Développements ultérieurs - Après la photographie documentaire


La photographie documentaire a été remise en question au début des années 1970 par la domination des médias télévisés et leur capacité de documentation en direct, la fermeture des principaux magazines d'essais photographiques et les approches postmodernes du marquage artistique. Comme l'a fait remarquer le critique photographique Mark Durden, "à partir des années 1970, le documentaire a été confronté à un effort concerté pour lui faire perdre son importance. Lorsque la photographie a été reprise et utilisée par les artistes conceptuels, sa forme documentaire a souvent fait l'objet de parodies et de critiques", comme on peut le voir, par exemple, dans la série After Walker Evans (1981) de Sherrie Levine.

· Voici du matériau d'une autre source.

export function stateSpaceDimensions(model: StateSpaceModelSpec): PlantDimensions {
  const states = model.A.length;
  return {
    states,
    inputs: model.B[0]?.length ?? model.D?.[0]?.length ?? 0,
    outputs: model.C.length,
    disturbances: model.F?.[0]?.length ?? model.E?.[0]?.length ?? 0,
  };
}

export function sizeOf(dims: PlantDimensions, kind: SignalKind): number {
  return dims[kind];
}

/** The names of one signal kind, filled with x1, u1, y1, w1 … where the document has none. */
export function signalNames(names: SignalNamesSpec | undefined, kind: SignalKind, count: number): string[] {
  const given = names?.[kind] ?? [];
  return Array.from({ length: count }, (_, i) => given[i] ?? `${NAME_PREFIX[kind]}${i + 1}`);
}

export function signalUnits(units: SignalNamesSpec | undefined, kind: SignalKind, count: number): string[] {
  const given = units?.[kind] ?? [];
  return Array.from({ length: count }, (_, i) => given[i] ?? "");
}

/** A matrix of the model, zeros when the document leaves it out (D, F, E are optional). */
export function matrixOf(model: StateSpaceModelSpec, name: MatrixName): number[][] {
  const dims = stateSpaceDimensions(model);
  const [r, c] = MATRIX_SHAPE[name];
  const given = model[name];
  return Array.from({ length: dims[r] }, (_, i) => Array.from({ length: dims[c] }, (_, j) => given?.[i]?.[j] ?? 0));
}

function resizeMatrix(m: readonly (readonly number[])[] | undefined, rows: number, cols: number, fill: (i: number, j: number) => number = () => 0): number[][] {
  return Array.from({ length: rows }, (_, i) => Array.from({ length: cols }, (_, j) => m?.[i]?.[j] ?? fill(i, j)));
}

const identityFill = (i: number, j: number): number => (i === j ? 1 : 0);

export function findPlant(doc: ProjectFile, plantId: string): PlantSpec {
  const plant = doc.plants.find((p) => p.id === plantId);
  if (!plant) throw new Error(`The project has no plant “${plantId}”.`);
  return plant;
}

export function findVariant(doc: ProjectFile, variantId: string): VariantSpec {
  const variant = doc.variants.find((v) => v.id === variantId);
  if (!variant) throw new Error(`The project has no variant “${variantId}”.`);
  return variant;
}

function replacePlant(doc: ProjectFile, plantId: string, change: (p: PlantSpec) => PlantSpec): ProjectFile {
  return { ...doc, plants: doc.plants.map((p) => (p.id === plantId ? change(structuredClone(p)) : p)) };
}

export function updateVariant(doc: ProjectFile, variantId: string, change: (v: VariantSpec) => VariantSpec): ProjectFile {
  findVariant(doc, variantId);
  return { ...doc, variants: doc.variants.map((v) => (v.id === variantId ? change(structuredClone(v)) : v)) };
}

/** A plant form whose signal names and units the document holds in `names`/`units`. */
export type LinearModelSpec = Exclude<ModelSpec, { type: "nonlinear" }>;

/**
 * Signal counts of a linear plant as far as the document tells: all four kinds for state space;
 * inputs and outputs of a transfer-function or zero-pole-gain grid (their states belong to the
 * realization and they have no disturbance inputs, so those count 0 here).
 */
export function linearSignalCounts(model: LinearModelSpec): PlantDimensions {
  if (model.type === "state-space") return stateSpaceDimensions(model);
  const { outputs, inputs } = model.type === "transfer-function" ? transferFunctionSize(model) : zeroPoleGainSize(model);
  return { states: 0, inputs, outputs, disturbances: 0 };
}

function requireLinear(plant: PlantSpec): LinearModelSpec {
  if (plant.model.type === "nonlinear") throw new Error(`Plant “${plant.id}” is given by equations; its signal names are those of the equations.`);
  return plant.model;
}

function requireStateSpace(plant: PlantSpec): StateSpaceModelSpec {
  if (plant.model.type !== "state-space") throw new Error(`Plant “${plant.id}” is not in state-space form; switch its form first.`);
  return plant.model;
}

/** Sets one entry of A, B, F, C, D or E. */
export function setMatrixEntry(doc: ProjectFile, plantId: string, name: MatrixName, row: number, column: number, value: number): ProjectFile {
  return replacePlant(doc, plantId, (plant) => {
    const model = requireStateSpace(plant);
    const m = matrixOf(model, name);
    if (row < 0 || row >= m.length || column < 0 || column >= (m[0]?.length ?? 0)) {
      throw new Error(`${name}[${row}][${column}] is outside ${name} (${m.length}×${m[0]?.length ?? 0}).`);
    }
    m[row]![column] = value;
    return { ...plant, model: { ...model, [name]: m } };
  });
}

/**
 * Replaces a whole matrix (a paste). The shape must match the plant's dimensions; the message
 * says what the plant needs, so the user can change the dimensions first.
 */
export function setMatrix(doc: ProjectFile, plantId: string, name: MatrixName, rows: number[][]): ProjectFile {
  const plant = findPlant(doc, plantId);
  const model = requireStateSpace(plant);
  const dims = stateSpaceDimensions(model);
  const [rk, ck] = MATRIX_SHAPE[name];
  const r = dims[rk];
  const c = dims[ck];
  const cols = rows[0]?.length ?? 0;
  if (rows.length !== r || cols !== c) {
    throw new Error(`${name} must be ${r}×${c} (${r} ${rk} by ${c} ${ck}); the pasted matrix is ${rows.length}×${cols}. Change the dimensions first, or paste ${r} rows of ${c} entries.`);
  }
  return replacePlant(doc, plantId, (p) => ({ ...p, model: { ...requireStateSpace(p), [name]: rows.map((row) => [...row]) } }));
}

function resizeList<T>(list: readonly T[] | undefined, count: number, fill: (i: number) => T): T[] {
  return Array.from({ length: count }, (_, i) => list?.[i] ?? fill(i));
}

function resizeNames(spec: SignalNamesSpec | undefined, dims: PlantDimensions, fill: (kind: SignalKind, i: number) => string): SignalNamesSpec | undefined {
  if (!spec) return undefined;
  const out: SignalNamesSpec = {};
  for (const kind of ["states", "inputs", "outputs", "disturbances"] as const) {
    if (dims[kind] > 0) out[kind] = resizeList(spec[kind], dims[kind], (i) => fill(kind, i));
  }
  return out;
}

/** Unique default name for a new signal: x3, or x3_2 when x3 is taken. */
function freshName(kind: SignalKind, index: number, taken: readonly string[]): string {
  let name = `${NAME_PREFIX[kind]}${index + 1}`;
  for (let k = 2; taken.includes(name); k++) name = `${NAME_PREFIX[kind]}${index + 1}_${k}`;
  return name;
}

/**
 * Changes the plant's dimensions: matrices keep their top-left block and gain zero rows and
 * columns; new signals get fresh names and empty units; variants of this plant get identity
 * weights, poles −1, −2, … and identity noise for the new entries, and lose what names a signal
 * that no longer exists (integral action on a removed output, the step of a removed disturbance;
 * pruneVariantSignals). `resizePlantReporting` also lists what it pruned.
 */
export function resizePlant(doc: ProjectFile, plantId: string, dims: PlantDimensions): ProjectFile {
  return resizePlantReporting(doc, plantId, dims).document;
}

export function resizePlantReporting(doc: ProjectFile, plantId: string, dims: PlantDimensions): ReportedEdit {
  for (const kind of ["states", "inputs", "outputs"] as const) {
    if (!Number.isInteger(dims[kind]) || dims[kind] < 1 || dims[kind] > 60) throw new Error(`The number of ${kind} must be a whole number from 1 to 60; got ${dims[kind]}.`);
  }
  if (!Number.isInteger(dims.disturbances) || dims.disturbances < 0 || dims.disturbances > 60) throw new Error(`The number of disturbances must be a whole number from 0 to 60; got ${dims.disturbances}.`);
  const plant = findPlant(doc, plantId);
  const model = requireStateSpace(plant);
  const old = stateSpaceDimensions(model);
  const oldNames = {
    states: signalNames(model.names, "states", old.states),
    inputs: signalNames(model.names, "inputs", old.inputs),
    outputs: signalNames(model.names, "outputs", old.outputs),
    disturbances: signalNames(model.names, "disturbances", old.disturbances),
  };
  const { states: n, inputs: m, outputs: p, disturbances: d } = dims;
  const next: StateSpaceModelSpec = {
    ...model,
    A: resizeMatrix(model.A, n, n),
    B: resizeMatrix(model.B, n, m),
    C: resizeMatrix(model.C, p, n),
    D: resizeMatrix(model.D, p, m),
    names: resizeNames(model.names, dims, (kind, i) => freshName(kind, i, oldNames[kind])),
    units: resizeNames(model.units, dims, () => ""),
  };
  if (d > 0) {
    next.F = resizeMatrix(model.F, n, d);
    next.E = resizeMatrix(model.E, p, d);
  } else {
    delete next.F;
    delete next.E;
  }
  if (!next.names) delete next.names;
  if (!next.units) delete next.units;
  const signals = linearPlantSignals(next);
  const changed = replacePlant(doc, plantId, (pl) => ({ ...pl, model: next }));
  return refitVariants(changed, plantId, (v) => {
    resizeStateWeights(v, n);
    resizeSignalWeights(v, signals);
    return pruneVariantSignals(v, signals);
  });
}

/** The inputs, output names and disturbance names a linear plant offers its variants. */
export function linearPlantSignals(model: LinearModelSpec): PlantSignals {
  const dims = linearSignalCounts(model);
  return {
    inputs: dims.inputs,
    outputs: signalNames(model.names, "outputs", dims.outputs),
    disturbances: model.type === "state-space" ? signalNames(model.names, "disturbances", dims.disturbances) : [],
  };
}

function defaultPoles(count: number, offset = 0): { re: number; im: number }[] {
  return Array.from({ length: count }, (_, i) => ({ re: -(i + 1 + offset), im: 0 }));
}

// The variant's state-sized entries (Q, N's rows, placed and observer poles) follow n states.
function resizeStateWeights(v: VariantSpec, n: number): void {
  if (v.stateFeedback?.method === "lqr") {
    v.stateFeedback = { ...v.stateFeedback, Q: resizeMatrix(v.stateFeedback.Q, n, n, identityFill) };
    if (v.stateFeedback.N) v.stateFeedback.N = resizeMatrix(v.stateFeedback.N, n, v.stateFeedback.N[0]?.length ?? 0);
  } else if (v.stateFeedback?.method === "poles") {
    v.stateFeedback = { method: "poles", poles: resizeList(v.stateFeedback.poles, n, (i) => ({ re: -(i + 1), im: 0 })) };
  }
  if (v.observer?.method === "poles") {
    v.observer = { method: "poles", poles: resizeList(v.observer.poles, n, (i) => ({ re: -2 * (i + 1), im: 0 })) };
  }
}

/**
 * Renames one signal of a linear plant (state space: any kind; transfer function and
 * zero-pole-gain: inputs and outputs). Names must be unique within their kind, non-empty and
 * identifiers; every variant of this plant follows the new name (integral action on an output,
 * the step of a disturbance: renameInVariants).
 */
export function renameSignal(doc: ProjectFile, plantId: string, kind: SignalKind, index: number, name: string): ProjectFile {
  const trimmed = name.trim();
  const plant = findPlant(doc, plantId);
  const model = requireLinear(plant);
  const dims = linearSignalCounts(model);
  requireNamedKind(model, kind);
  if (trimmed === "") throw new Error("A signal name cannot be empty.");
  if (!/^[A-Za-z_][A-Za-z0-9_]*$/.test(trimmed)) throw new Error(`“${trimmed}” is not a usable name: start with a letter or _, then letters, digits or _.`);
  const names = signalNames(model.names, kind, dims[kind]);
  if (index < 0 || index >= names.length) throw new Error(`There is no ${kind.slice(0, -1)} ${index + 1}.`);
  const old = names[index]!;
  if (names.some((n, i) => i !== index && n === trimmed)) throw new Error(`Another ${kind.slice(0, -1)} is already named “${trimmed}”.`);
  names[index] = trimmed;
  const allNames: SignalNamesSpec =
    model.type === "state-space"
      ? {
          states: signalNames(model.names, "states", dims.states),
          inputs: signalNames(model.names, "inputs", dims.inputs),
          outputs: signalNames(model.names, "outputs", dims.outputs),
          ...(dims.disturbances > 0 ? { disturbances: signalNames(model.names, "disturbances", dims.disturbances) } : {}),
          [kind]: names,
        }
      : {
          // Other kinds the file may name (states that fit the realization) are kept as they are.
          ...model.names,
          inputs: signalNames(model.names, "inputs", dims.inputs),
          outputs: signalNames(model.names, "outputs", dims.outputs),
          [kind]: names,
        };
  const changed = replacePlant(doc, plantId, (p) => ({ ...p, model: { ...requireLinear(p), names: allNames } }));
  return renameInVariants(changed, plantId, kind, old, trimmed);
}

// Transfer-function and zero-pole-gain plants name only their inputs and outputs.
function requireNamedKind(model: LinearModelSpec, kind: SignalKind): void {
  if (model.type !== "state-space" && kind !== "inputs" && kind !== "outputs") {
    throw new Error(`A ${model.type === "transfer-function" ? "transfer-function" : "zero-pole-gain"} plant names only its inputs and outputs; its states belong to the realization.`);
  }
}

/** Sets the unit of one signal of a linear plant (empty text: no unit). */
export function setSignalUnit(doc: ProjectFile, plantId: string, kind: SignalKind, index: number, unit: string): ProjectFile {
  const model = requireLinear(findPlant(doc, plantId));
  requireNamedKind(model, kind);
  const dims = linearSignalCounts(model);
  if (index < 0 || index >= dims[kind]) throw new Error(`There is no ${kind.slice(0, -1)} ${index + 1}.`);
  const units = { ...(model.units ?? {}) };
  const list = signalUnits(model.units, kind, dims[kind]);
  list[index] = unit.trim();
  units[kind] = list;
  return replacePlant(doc, plantId, (p) => ({ ...p, model: { ...requireLinear(p), units } }));
}

/** Replaces the plant's model (switching between state-space, transfer-function and zero-pole-gain entry). */
export function setModel(doc: ProjectFile, plantId: string, model: ModelSpec): ProjectFile {
  return replacePlant(doc, plantId, (p) => ({ ...p, model: structuredClone(model) }));
}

Une grande partie de la critique du documentaire tournait autour des questions de paternité et d'appropriation, et s'appuyait sur la prise de conscience post-moderne que même les premiers projets documentaires avaient été influencés par la perspective du photographe, reflétant souvent des valeurs culturelles. Bien que la photographie documentaire se poursuit, elle tend à le faire avec une sensibilité post-moderne, adoptant parfois une approche ethnographique des communautés photographiées, comme le montrent les scènes de Don McCullin sur les conflits urbains dans les quartiers marginalisés, ou les images de John Ranard sur le monde de la boxe dans The Brutal Aesthetic (1987). Ranard a ensuite photographié l'univers des prisons russes dans Forty Pounds of Salt (1995), tandis que le Portoricain Manuel Rivera-Ortiz a documenté la vie des villages ruraux dans des images telles que Tobacco Harvesting, Valle de Viñales, Cuba (2002). Graciela Iturbide a vécu parmi les peuples indigènes dans des régions reculées du Mexique, dont elle a documenté le mode de vie, et Sebastião Salgado est devenu célèbre pour ses images d'ouvriers dans Workers : An Archaeology of the Industrial Age (1993), puis pour sa documentation sur la migration mondiale, The Children : Refugees and Migrant (2000) et Migrations (2000).